# Little Sabine



## Auburn (Jun 24, 2012)

Hey guys I was just wondering if anyone has experience fishing in Little Sabine? Anything good caught in there? Im guessing there are alot of specks in there with all the grass beds. Maybe some reds? Thanks!


----------



## caddysdad (Nov 8, 2010)

*War Eagle!! Need more of us on here.........***

****


----------



## Auburn (Jun 24, 2012)

WDE brother.


----------



## Bo Keifus (May 9, 2012)

War Damn! I've fished back in there on my kayak a time or two and haven't done great however I feel like there would he fish in there at the right time


----------



## Auburn (Jun 24, 2012)

There's gotta be some specks in there with all that grass


----------



## Tobiwan (Apr 27, 2012)

Even though you are a dirty Auburn fan (RTR) I'll tell you yes there are reds and specs in Sabine.
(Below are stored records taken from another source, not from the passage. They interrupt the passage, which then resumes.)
@pytest.mark.parametrize("component", ["PHASE", "REAL", "IMAGINARY"])
def test_non_magnitude_frames_are_unknown(tmp_path: Path, component: str) -> None:
    stack = _enhanced_role(tmp_path, frame_type={"ComplexImageComponent": component})
    assert stack.role == Role.UNKNOWN and component in stack.role_reason


def test_frame_type_adc_and_flow_encoded(tmp_path: Path) -> None:
    adc = _enhanced_role(
        tmp_path / "a",
        frame_type={"FrameType": ["DERIVED", "PRIMARY", "DIFFUSION", "ADC"]},
        pulse={"EchoPulseSequence": "SPIN", "EchoPlanarPulseSequence": "YES"},
    )
    assert adc.role == Role.ADC
    flow = _enhanced_role(tmp_path / "b", frame_type={"AcquisitionContrast": "FLOW_ENCODED"})
    assert flow.role == Role.UNKNOWN and "FLOW_ENCODED" in flow.role_reason


def test_enhanced_directional_diffusion_is_not_dwi(tmp_path: Path) -> None:
    stack = _enhanced_role(
        tmp_path,
        timing={"RepetitionTime": 5000.0, "FlipAngle": 90.0},
        echo_time=80.0,
        b_value=1000.0,
        diffusion={"DiffusionDirectionality": "DIRECTIONAL"},
        pulse={"EchoPulseSequence": "SPIN", "EchoPlanarPulseSequence": "YES"},
    )
    assert stack.role == Role.UNKNOWN and "not a trace" in stack.role_reason


# --------------------------------------------------------------------------------------------
# Modern protocols (common practice settings)

MODERN = [
    # 3-D inversion-prepared gradient echo T1 (MPRAGE-like), pre and post contrast
    (Role.T1, acq(repetition_time_ms=2000, inversion_time_ms=900, echo_time_ms=3, flip_angle_deg=8,
                  scanning_sequence="GR\\IR", sequence_variant="SK\\SP\\MP",
                  mr_acquisition_type="3D")),
    (Role.T1POST, acq(repetition_time_ms=2000, inversion_time_ms=900, echo_time_ms=3,
                      flip_angle_deg=8, scanning_sequence="GR\\IR", contrast_agent="gadoterate",
                      mr_acquisition_type="3D")),
    # 3-D FLAIR with a long echo train: effective TE of several hundred ms
    (Role.FLAIR, acq(repetition_time_ms=5000, inversion_time_ms=1800, echo_time_ms=390,
                     scanning_sequence="SE\\IR", sequence_variant="SK\\SP\\MP",
                     mr_acquisition_type="3D")),
    # T1-weighted FLAIR
    (Role.T1, acq(repetition_time_ms=2000, inversion_time_ms=800, echo_time_ms=12,
                  scanning_sequence="SE\\IR")),
    # turbo spin echo T2 of any echo-train length, 2-D and 3-D variable flip angle
    (Role.T2, acq(repetition_time_ms=4500, echo_time_ms=95, scanning_sequence="SE",
                  sequence_variant="SK")),
    (Role.T2, acq(repetition_time_ms=3200, echo_time_ms=560, scanning_sequence="SE",
                  sequence_variant="SK\\SP", mr_acquisition_type="3D")),
    # gradient-echo T2* and SWI
    (Role.T2STAR, acq(repetition_time_ms=650, echo_time_ms=20, flip_angle_deg=20,
                      scanning_sequence="GR", sequence_variant="SP")),
    (Role.SWI, acq(repetition_time_ms=28, echo_time_ms=20, flip_angle_deg=15,
                   scanning_sequence="GR", image_type="ORIGINAL\\PRIMARY\\M\\SWI\\ND")),
    (Role.SWI, acq(repetition_time_ms=28, echo_time_ms=20, flip_angle_deg=15,
                   scanning_sequence="GR", image_type="DERIVED\\PRIMARY\\SWI\\NORM")),
    # Dixon reconstructions (one vendor's DIXON\\WATER, another's single-letter W / F)
    (Role.WATER, acq(repetition_time_ms=4, echo_time_ms=1.3, flip_angle_deg=9,
                     scanning_sequence="GR", image_type="DERIVED\\PRIMARY\\DIXON\\WATER")),
    (Role.FAT, acq(repetition_time_ms=4, echo_time_ms=1.3, flip_angle_deg=9,
                   scanning_sequence="GR", image_type="DERIVED\\PRIMARY\\DIXON\\FAT")),
    (Role.WATER, acq(repetition_time_ms=6, echo_time_ms=1.8, flip_angle_deg=10,
                     scanning_sequence="GR", image_type="ORIGINAL\\PRIMARY\\W\\W")),
    (Role.IP, acq(repetition_time_ms=4, echo_time_ms=2.4, flip_angle_deg=9,
                  scanning_sequence="GR", image_type="DERIVED\\PRIMARY\\DIXON\\IN_PHASE")),
    (Role.OP, acq(repetition_time_ms=4, echo_time_ms=1.2, flip_angle_deg=9,
                  scanning_sequence="GR", image_type="DERIVED\\PRIMARY\\DIXON\\OPP_PHASE")),
    # diffusion: trace by b-value, ADC map
    (Role.DWI, acq(scanning_sequence="EP", image_type="DERIVED\\PRIMARY\\DIFFUSION\\TRACEW",
                   b_value=1000)),
    (Role.ADC, acq(scanning_sequence="EP", image_type="DERIVED\\PRIMARY\\DIFFUSION\\ADC")),
    # ImageType case and order are vendor quirks: values compare upper-case, any position
    (Role.ADC, acq(scanning_sequence="EP", image_type="derived\\primary\\adc\\diffusion")),
]  # fmt: skip


@pytest.mark.parametrize(("expected", "acquisition"), MODERN)
def test_modern_protocols(expected: Role, acquisition: Acquisition) -> None:
    role, reason, confidence = infer_role(acquisition, "SERIES 9")
    assert role == expected, reason
    assert confidence >= 0.5


NOT_MEASURED = [
    ("b 0 reference", acq(scanning_sequence="EP", b_value=0, repetition_time_ms=5000,
                          echo_time_ms=80, image_type="ORIGINAL\\PRIMARY\\DIFFUSION\\NONE")),
    ("eADC", acq(scanning_sequence="EP", image_type="DERIVED\\PRIMARY\\DIFFUSION\\EADC")),
    ("FA", acq(scanning_sequence="EP", image_type="DERIVED\\PRIMARY\\DIFFUSION\\FA")),
    ("MIP", acq(repetition_time_ms=22, echo_time_ms=3.6, flip_angle_deg=18, scanning_sequence="GR",
                image_type="DERIVED\\SECONDARY\\PROJECTION IMAGE\\CSA MIP")),
    ("minIP of SWI", acq(repetition_time_ms=28, echo_time_ms=20, flip_angle_deg=15,
                         scanning_sequence="GR", image_type="DERIVED\\PRIMARY\\SWI\\MNIP")),
    ("subtraction", acq(repetition_time_ms=4, echo_time_ms=1.5, flip_angle_deg=10,
                        scanning_sequence="GR", image_type="DERIVED\\PRIMARY\\SUB\\ND")),
    ("reformat", acq(repetition_time_ms=500, echo_time_ms=12, scanning_sequence="SE",
                     image_type="DERIVED\\SECONDARY\\MPR\\CSA MPR")),
    ("phase", acq(repetition_time_ms=28, echo_time_ms=20, flip_angle_deg=15,
                  scanning_sequence="GR", image_type="ORIGINAL\\PRIMARY\\P\\ND")),
]  # fmt: skip


@pytest.mark.parametrize(("what", "acquisition"), NOT_MEASURED, ids=[w for w, _ in NOT_MEASURED])
def test_derived_and_reference_images_are_unknown(what: str, acquisition: Acquisition) -> None:
    role, reason, _ = infer_role(acquisition, "SERIES 9")
    assert role == Role.UNKNOWN, (what, reason)


def test_swi_by_description_only_breaks_the_gradient_echo_tie() -> None:
    t2star = acq(repetition_time_ms=28, echo_time_ms=20, flip_angle_deg=15, scanning_sequence="GR",
                 mr_acquisition_type="3D")  # fmt: skip
    role, reason, confidence = infer_role(t2star, "SWI_Images")
    assert role == Role.SWI and "by description" in reason and confidence < 0.5
    assert infer_role(t2star, "t2_fl3d")[0] == Role.T2STAR


def test_adc_map_without_adc_in_image_type_by_description() -> None:
    role, reason, confidence = infer_role(
        acq(scanning_sequence="EP", image_type="DERIVED\\PRIMARY\\ND"), "Apparent Diffusion Coef"
    )
    assert role == Role.ADC and confidence < 0.5, reason


# --------------------------------------------------------------------------------------------
# In-phase / opposed-phase pairs from echo times


@pytest.mark.parametrize(
    ("field", "opposed", "in_phase"),
    # Fat-water shift 3.4 ppm x 42.577 MHz/T: period ~4.6 ms at 1.5 T, ~2.3 ms at 3 T (from memory)
    [(1.5, "2.3", "4.6"), (3.0, "1.15", "2.3")],
)
def test_dual_echo_gradient_echo_gives_op_and_ip(
    tmp_path: Path, field: float, opposed: str, in_phase: str
) -> None:
    uid = generate_uid()
    for folder, (echo, te) in zip("ab", ((1, opposed), (2, in_phase)), strict=True):
        write_classic_series(tmp_path / folder, np.ones((3, 6, 6), np.uint16), series_uid=uid,
                             description="t1_fl2d_opp-in",
                             extra={"EchoNumbers": str(echo), "EchoTime": te,
                                    "RepetitionTime": "150", "FlipAngle": "70",
                                    "ScanningSequence": "GR", "SequenceVariant": "SP",
                                    "MagneticFieldStrength": f"{field:g}"})  # fmt: skip
    roles = {s.stack: s.role for s in index_study(tmp_path).stacks}
    assert roles == {"echo 1": Role.OP, "echo 2": Role.IP}
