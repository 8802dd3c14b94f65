"""Series geometry (DICOM PS3.3 C.7.6.2.1.1) and sampling of the head model onto it."""

from __future__ import annotations

import math
from collections.abc import Iterable
from dataclasses import dataclass

import numpy as np
import SimpleITK as sitk

from sigreport.synth.phantom import Grid
from sigreport.synth.scenario import SeriesPlan

# Row and column directions (LPS) of the stored image for each orientation. The slice normal is
# row x column (PS3.3 C.7.6.2.1.1); slices are stored in increasing position along it.
_AXES = {
    "axial": ((1.0, 0.0, 0.0), (0.0, 1.0, 0.0)),
    "coronal": ((1.0, 0.0, 0.0), (0.0, 0.0, -1.0)),
    "sagittal": ((0.0, 1.0, 0.0), (0.0, 0.0, -1.0)),
}


@dataclass(frozen=True)
class SeriesGeometry:
    """A regular stack: ``size`` (columns, rows, slices), ``spacing`` (column spacing along a
    row, row spacing, slice spacing), the first voxel's centre, and the row / column / normal
    direction cosines."""

    size: tuple[int, int, int]
    spacing: tuple[float, float, float]
    origin: tuple[float, float, float]
    row: tuple[float, float, float]
    column: tuple[float, float, float]
    normal: tuple[float, float, float]
    slice_thickness: float

    @property
    def direction(self) -> tuple[float, ...]:
        """Row-major 3x3 whose columns are row, column, normal (SimpleITK's convention)."""
        m = np.column_stack([self.row, self.column, self.normal])
        return tuple(float(v) for v in m.ravel())

    def slice_position(self, k: int) -> tuple[float, float, float]:
        """ImagePositionPatient of slice ``k`` (0-based): the centre of its first voxel."""
        p = np.asarray(self.origin) + k * self.spacing[2] * np.asarray(self.normal)
        return (float(p[0]), float(p[1]), float(p[2]))

    def reference_image(self, offset_mm: float = 0.0) -> sitk.Image:
        img = sitk.Image([int(v) for v in self.size], sitk.sitkFloat32)
        img.SetSpacing(self.spacing)
        img.SetDirection(self.direction)
        img.SetOrigin(tuple(np.asarray(self.origin) + offset_mm * np.asarray(self.normal)))
        return img


def _vec(values: Iterable[float] | np.ndarray) -> tuple[float, float, float]:
    x, y, z = (float(v) for v in values)
    return (x, y, z)


def _rotate_x(v: tuple[float, float, float], deg: float) -> tuple[float, float, float]:
    c, s = math.cos(math.radians(deg)), math.sin(math.radians(deg))
    x, y, z = v
    return (x, c * y - s * z, s * y + c * z)


def plan_geometry(plan: SeriesPlan) -> SeriesGeometry:
    """The stack a series plan describes, centred on ``plan.center_mm``.

    ``tilt_deg`` rotates the stack about the patient's left-right axis (an oblique axial).
    """
    row, col = _AXES[plan.orientation]
    if plan.tilt_deg:
        row, col = _rotate_x(row, plan.tilt_deg), _rotate_x(col, plan.tilt_deg)
    normal = _vec(np.cross(row, col))
    nx = max(1, int(round(plan.fov_mm[0] / plan.pixel_mm)))
    ny = max(1, int(round(plan.fov_mm[1] / plan.pixel_mm)))
    nz = max(1, int(math.floor(plan.fov_mm[2] / plan.spacing_mm + 1e-6)))
    spacing = (plan.pixel_mm, plan.pixel_mm, plan.spacing_mm)
    c = np.asarray(plan.center_mm, dtype=float)
    origin = (
        c
        - (nx - 1) / 2 * spacing[0] * np.asarray(row)
        - (ny - 1) / 2 * spacing[1] * np.asarray(col)
        - (nz - 1) / 2 * spacing[2] * np.asarray(normal)
    )
    return SeriesGeometry(
        size=(nx, ny, nz),
        spacing=spacing,
        origin=_vec(origin),
        row=_vec(row),
        column=_vec(col),
        normal=normal,
        slice_thickness=plan.slice_mm,
    )


def model_image(values: np.ndarray, grid: Grid) -> sitk.Image:
    img = sitk.GetImageFromArray(values.astype(np.float32, copy=False))
    img.SetOrigin(grid.origin)
    img.SetSpacing((grid.spacing,) * 3)
    return img


def sample(
    model: sitk.Image,
    geometry: SeriesGeometry,
    motion: sitk.Transform | None = None,
    *,
    subsample_mm: float = 1.0,
) -> np.ndarray:
    """The model seen by a series: array ``[slice, row, column]``.

    Each slice averages the model over its thickness (a rectangular slice profile sampled every
    ``subsample_mm``); in plane the model is linearly interpolated. ``motion`` maps anatomy
    points of the anchor frame to where the moved head puts them, so the series at a point ``p``
    sees the model at ``motion^-1(p)``.
    """
    transform = sitk.Transform() if motion is None else motion.GetInverse()
    n_sub = max(1, int(round(geometry.slice_thickness / subsample_mm)))
    t = geometry.slice_thickness
    acc: np.ndarray | None = None
    for k in range(n_sub):
        offset = -t / 2 + (k + 0.5) * t / n_sub if n_sub > 1 else 0.0
        ref = geometry.reference_image(offset)
        out = sitk.Resample(model, ref, transform, sitk.sitkLinear, 0.0, sitk.sitkFloat32)
        arr = sitk.GetArrayFromImage(out)
        acc = arr if acc is None else acc + arr
    assert acc is not None
    return acc / n_sub
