"""Key images and the ratio plot, checked against numpy, scipy.ndimage (test-only oracle),
Pillow's PNG decoder and Python's XML parser."""

from __future__ import annotations

import io
import xml.etree.ElementTree as ET

import numpy as np
import pytest
from PIL import Image
from scipy import ndimage

from sigreport.model import KeySlice, Role
from sigreport.report.images import (
    LESION_COLOUR,
    REFERENCE_COLOUR,
    crop_box,
    outline,
    png_bytes,
    ratio_plot_svg,
    render_key_image,
    safe_name,
    window,
)

SVG = "{http://www.w3.org/2000/svg}"


@pytest.mark.parametrize(
    ("raw", "safe"),
    [("L1", "L1"), ("../../etc/passwd", "_.._etc_passwd"), ("a b<c>", "a_b_c_"), ("", "_"),
     ("..", "_"), ("T1POST", "T1POST"), ("é", "_")],
)  # fmt: skip
def test_safe_name_keeps_only_portable_characters(raw, safe):
    assert safe_name(raw) == safe


def test_window_maps_the_percentiles_to_black_and_white():
    image = np.arange(1000, dtype=np.float32).reshape(25, 40)
    lo, hi = np.percentile(image, [1.0, 99.5])  # numpy's linear percentile: the oracle
    out = window(image)
    assert out.dtype == np.uint8
    assert out[image <= lo].max() == 0 and out[image >= hi].min() == 255
    middle = (image > lo) & (image < hi)
    expected = np.rint((image[middle] - lo) / (hi - lo) * 255)
    assert np.array_equal(out[middle], expected.astype(np.uint8))


def test_window_of_a_flat_slice_does_not_divide_by_zero():
    assert np.all(window(np.full((4, 4), 7.0)) == 128)
    assert np.all(window(np.full((4, 4), np.nan)) == 0)


@pytest.mark.parametrize("width", [1, 2])
def test_outline_matches_scipy_erosion(width):
    rng = np.random.default_rng(3)
    mask = ndimage.binary_opening(rng.random((40, 50)) > 0.4)
    # scipy: erosion with the 4-connected cross, border counted as outside.
    eroded = ndimage.binary_erosion(mask, structure=ndimage.generate_binary_structure(2, 1),
                                    iterations=width, border_value=0)  # fmt: skip
    assert np.array_equal(outline(mask, width), mask & ~eroded)


def test_crop_box_is_square_in_millimetres_and_holds_the_lesion():
    mask = np.zeros((200, 100), bool)
    mask[90:100, 40:50] = True
    r0, r1, c0, c1 = crop_box(mask, (0.5, 1.0), mask.shape, context=1.5, margin_mm=10.0)
    assert r0 <= 90 and r1 >= 100 and c0 <= 40 and c1 >= 50
    # extent 10 mm -> half side 10 * (0.5 + 1.5) + 10 = 30 mm: 60 rows of 0.5 mm, 30 columns.
    assert (r1 - r0) == pytest.approx(120, abs=2) and (c1 - c0) == pytest.approx(60, abs=2)


def _key(image, lesion, reference=None, spacing=(1.0, 1.0)):
    return KeySlice("L1", Role.T2, image, lesion, reference, spacing, 0, None)


def test_key_image_is_upscaled_cropped_and_outlined():
    image = np.zeros((64, 64), np.float32)
    lesion = np.zeros((64, 64), bool)
    lesion[29:35, 29:35] = True  # 36 pixels: above the top 0.5 % of 4096, so it windows white
    reference = np.zeros((64, 64), bool)
    reference[29:35, 42:46] = True
    image[lesion] = 100.0
    rgb = render_key_image(_key(image, lesion, reference))
    assert rgb.dtype == np.uint8 and rgb.ndim == 3 and rgb.shape[2] == 3
    # A 6 mm lesion -> a 44 mm crop shown at about 200 px: upscaled, square pixels.
    assert rgb.shape[0] == rgb.shape[1] and 150 <= rgb.shape[0] <= 220
    yellow = np.all(rgb == LESION_COLOUR, axis=2)
    cyan = np.all(rgb == REFERENCE_COLOUR, axis=2)
    assert yellow.any() and cyan.any()
    # The lesion outline encloses the bright interior and lies around the crop's centre.
    rows, cols = np.nonzero(yellow)
    assert abs(rows.mean() - rgb.shape[0] / 2) < 0.1 * rgb.shape[0]
    assert abs(cols.mean() - rgb.shape[1] / 2) < 0.1 * rgb.shape[1]
    inside = rgb[int(rows.mean()), int(cols.mean())]
    assert tuple(inside) == (255, 255, 255)


def test_anisotropic_pixels_are_shown_square():
    image = np.random.default_rng(0).random((40, 80)).astype(np.float32)
    lesion = np.zeros((40, 80), bool)
    lesion[18:22, 36:44] = True  # 4 rows of 2 mm and 8 columns of 1 mm: 8 mm x 8 mm
    rgb = render_key_image(_key(image, lesion, spacing=(2.0, 1.0)))
    yellow = np.all(rgb == LESION_COLOUR, axis=2)
    rows, cols = np.nonzero(yellow)
    height, width = np.ptp(rows) + 1, np.ptp(cols) + 1
    assert height == pytest.approx(width, rel=0.1)


def test_mask_shape_mismatch_is_named():
    with pytest.raises(ValueError, match='"lesion_mask" of L1/T2 has shape'):
        render_key_image(_key(np.zeros((8, 8)), np.zeros((4, 4), bool)))


def test_png_round_trips_through_pillow():
    rgb = np.random.default_rng(1).integers(0, 256, (12, 9, 3), dtype=np.uint8)
    decoded = np.asarray(Image.open(io.BytesIO(png_bytes(rgb))).convert("RGB"))
    assert np.array_equal(decoded, rgb)


def test_key_image_files_are_written_with_safe_names(report_dir):
    names = sorted(p.name for p in (report_dir / "images").iterdir())
    assert len(names) == 15 and "L1_T2.png" in names
    for name in names:
        assert safe_name(name) == name
        assert Image.open(report_dir / "images" / name).format == "PNG"


def test_ratio_plot_is_valid_svg_with_the_iso_band_shaded():
    svg = ratio_plot_svg(
        [("T2", 2.0), ("FLAIR", 0.25), ("T1", None)], iso_band=(0.9, 1.1), title="<b>x</b>"
    )
    root = ET.fromstring(svg)  # well-formed XML, labels escaped
    assert root.tag == f"{SVG}svg"
    band = [r for r in root.iter(f"{SVG}rect") if r.get("class") == "iso-band"]
    assert len(band) == 1
    points = [c for c in root.iter(f"{SVG}circle") if c.get("class") == "ratio-point"]
    assert len(points) == 2  # the unmeasured series has no point
    # Linear axis: the band spans (1.1 - 0.9) / y_max of the plot height; T2 (2.0) sits above it.
    band_top, band_height = float(band[0].get("y")), float(band[0].get("height"))
    t2_y, flair_y = (float(c.get("cy")) for c in points)
    assert t2_y < band_top < band_top + band_height < flair_y
    assert "<b>" not in svg and "&lt;b&gt;x&lt;/b&gt;" in svg
    assert "script" not in svg and "href" not in svg
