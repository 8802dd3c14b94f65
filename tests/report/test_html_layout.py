"""report.html in the reading room, measured in headless Chromium: at 800 and 1280 px no
horizontal overflow, no word broken mid-word, no number wrapped inside its cell; printed, a
compact PDF with the cautions and the summary table on page 1 (pages counted and read by pypdf).

The layout is measured on a copy of the page carrying a probe script (the report itself has
none and its CSP forbids one; the probe's copy drops that meta, which changes no layout) that
writes what it measured into the DOM, read back with ``--dump-dom``.
"""

from __future__ import annotations

import json
import os
import re
import shutil
import subprocess
from html import unescape
from pathlib import Path

import numpy as np
import pytest
from PIL import Image

pytestmark = pytest.mark.browser

# Runs in the probe copy only. Words are runs of non-space, non-hyphen characters: a line may
# break after a hyphen ("post-|contrast"), never inside a word. Tokens longer than 24 characters
# are no words of the report (UIDs, a hostile header value): those may break, rather than widen
# the page.
PROBE = r"""<script>
(function () {
  const root = document.documentElement;
  const out = {innerWidth: window.innerWidth, clientWidth: root.clientWidth,
               scrollWidth: root.scrollWidth,
               wrappedNumbers: [], brokenWords: [], numbers: 0};
  const lines = (range) => new Set([...range.getClientRects()].filter((r) => r.width > 0)
                                   .map((r) => Math.round(r.bottom))).size;
  for (const el of document.querySelectorAll('.num')) {
    out.numbers += 1;
    const range = document.createRange();
    range.selectNodeContents(el);
    if (lines(range) > 1) out.wrappedNumbers.push(el.textContent);
  }
  const walker = document.createTreeWalker(document.body, NodeFilter.SHOW_TEXT);
  let node;
  while ((node = walker.nextNode())) {
    if (node.parentElement.closest('svg, style, script, pre')) continue;
    const word = /[^\s\-\u2010-\u2014]+/g;
    let m;
    while ((m = word.exec(node.data))) {
      const range = document.createRange();
      range.setStart(node, m.index);
      range.setEnd(node, m.index + m[0].length);
      if (m[0].length <= 24 && lines(range) > 1) out.brokenWords.push(m[0]);
    }
  }
  const pre = document.createElement('pre');
  pre.id = 'layout-probe';
  pre.textContent = JSON.stringify(out);
  document.body.appendChild(pre);
})();
</script>"""

FLAGS = (
    "--headless", "--no-sandbox", "--disable-gpu", "--no-first-run",
    "--disable-background-networking", "--disable-component-update", "--disable-sync",
)  # fmt: skip


def _chromium() -> str:
    found = shutil.which("chromium") or shutil.which("chromium-browser")
    if found is None:
        if os.environ.get("CI"):
            pytest.fail("chromium is required when CI is set")
        pytest.skip("headless Chromium (Debian package chromium) is not installed")
    return found


def _run(args: list[str], work: Path, name: str) -> subprocess.CompletedProcess[str]:
    cmd = [_chromium(), *FLAGS, f"--user-data-dir={work / ('profile-' + name)}", *args]
    return subprocess.run(cmd, cwd=work, capture_output=True, text=True, timeout=180, check=False)


def measure_layout(html: Path, work: Path, width: int) -> dict:
    """The probe's measurements of ``html`` in a ``width`` px wide window."""
    page = html.read_text(encoding="utf-8")
    page = re.sub(r'<meta http-equiv="Content-Security-Policy"[^>]*>', "", page)
    probe = work / f"probe-{width}.html"
    probe.write_text(page.replace("</body>", PROBE + "</body>"), encoding="utf-8")
    result = _run([f"--window-size={width},1000", "--dump-dom", str(probe)], work, f"dom{width}")
    found = re.search(r'<pre id="layout-probe">(.*?)</pre>', result.stdout, re.S)
    assert found, result.stderr[-2000:]
    return json.loads(unescape(found.group(1)))


def screenshot(html: Path, work: Path, width: int) -> Image.Image:
    shot = work / f"shot-{width}.png"
    _run([f"--window-size={width},1400", f"--screenshot={shot}", str(html)], work, f"s{width}")
    return Image.open(shot).convert("RGB")


def print_pdf(html: Path, work: Path):
    import pypdf

    pdf = work / "report.pdf"
    _run(["--no-pdf-header-footer", f"--print-to-pdf={pdf}", str(html)], work, "pdf")
    return pypdf.PdfReader(str(pdf))


def test_probe_sees_overflow_broken_words_and_wrapped_numbers(tmp_path):
    # Positive control: a page that overflows, breaks a word and wraps a number is seen doing so.
    bad = tmp_path / "bad.html"
    bad.write_text(
        '<html><body style="margin:0"><div style="width:1500px">wide</div>'
        '<p style="width:40px;overflow-wrap:anywhere">hyperintensity</p>'
        '<p style="width:30px"><span class="num">+84 %</span></p></body></html>',
        encoding="utf-8",
    )
    found = measure_layout(bad, tmp_path, 800)
    assert found["innerWidth"] == 800 and found["scrollWidth"] >= 1500 > found["clientWidth"]
    assert "hyperintensity" in found["brokenWords"]
    assert found["wrappedNumbers"] == ["+84 %"]


@pytest.mark.parametrize("width", [800, 1280])
def test_page_reads_at_width_without_overflow_or_broken_words(report_dir, tmp_path, width):
    found = measure_layout(report_dir / "report.html", tmp_path, width)
    assert found["innerWidth"] == width
    # No horizontal scrolling: the page is no wider than the window less its scroll bar.
    assert found["scrollWidth"] <= found["clientWidth"] <= width
    assert found["brokenWords"] == []
    assert found["numbers"] > 50 and found["wrappedNumbers"] == []
    shot = screenshot(report_dir / "report.html", tmp_path, width)
    assert shot.size[0] == width
    # Something was drawn across the page, not a blank window: the summary table's grid lines and
    # the key images' dark strip give many distinct grey levels.
    assert len(np.unique(np.asarray(shot.convert("L")))) > 50


def test_print_is_compact_with_cautions_and_summary_on_page_one(report_dir, findings, tmp_path):
    reader = print_pdf(report_dir / "report.html", tmp_path)
    pages = [page.extract_text() or "" for page in reader.pages]
    first = " ".join(pages[0].split())
    for caution in findings["cautions"]:
        assert " ".join(caution.split()) in first
    assert "Summary" in first
    for lesion in findings["lesions"]:
        assert lesion["id"] in first  # one summary row per lesion on page 1
    # Three lesions on five series: the fixture's report fits in 3 A4 pages; no page but the last
    # is near-empty (a page holding only a heading or a caution).
    assert len(pages) <= 3
    assert all(len(text.strip()) > 200 for text in pages[:-1])
    assert not any("-0 %" in text for text in pages)


@pytest.fixture(scope="module")
def demo_report(tmp_path_factory) -> Path:
    """The bundled neuro demo's report (six lesions on seven series), as ``sigreport demo``
    writes it."""
    from typer.testing import CliRunner

    from sigreport.cli import app

    out = tmp_path_factory.mktemp("demo") / "demo"
    result = CliRunner().invoke(app, ["demo", "--out", str(out)])
    assert result.exit_code == 0, result.output
    return out / "report" / "report.html"


@pytest.mark.slow
def test_demo_report_reads_at_800_px_and_prints_compactly(demo_report, tmp_path):
    found = measure_layout(demo_report, tmp_path, 800)
    assert found["scrollWidth"] <= found["clientWidth"] <= 800
    assert found["brokenWords"] == [] and found["wrappedNumbers"] == []
    reader = print_pdf(demo_report, tmp_path)
    pages = [page.extract_text() or "" for page in reader.pages]
    first = " ".join(pages[0].split())
    assert "Draft for review by the reporting radiologist; not a diagnosis." in first
    assert "Summary" in first and all(f"L{k}" in first for k in range(1, 7))
    # Six lesions, seven series, key images and plots, the references and controls with their
    # own images, the time-intensity section: at most 6 A4 pages (measured 6 once the
    # reference and control sections joined the page; 5 before), none but the last near-empty.
    assert len(pages) <= 6
    assert all(len(text.strip()) > 600 for text in pages[:-1])
    assert not any("-0 %" in text for text in pages)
There is an underwater light all the way in the back go there at night obviously and kill em. Good luck


----------



## FLbeachbum (Jul 17, 2008)

Fished the dock lights a bit last year. Small to Mid sized specks, rat reds, and lots of white trout. Continuous action with gulp.


----------



## p8riot34 (Apr 14, 2011)

I kayak fish in there at night quite often. Lots of decent specks in there. Especially at the underwater light mentioned above. Haven't caught any big reds but rats everywhere. Free line live shrimp at every light you come to and you are bound to catch slot of fish. Never had a bad night in there.


----------



## H2OMARK (Oct 2, 2007)

Best time to fish Little Sabine is the night after the Blue Angels show. Fish have a little added color to them. RTR! J/K man. Good luck


----------



## Auburn (Jun 24, 2012)

Thanks


----------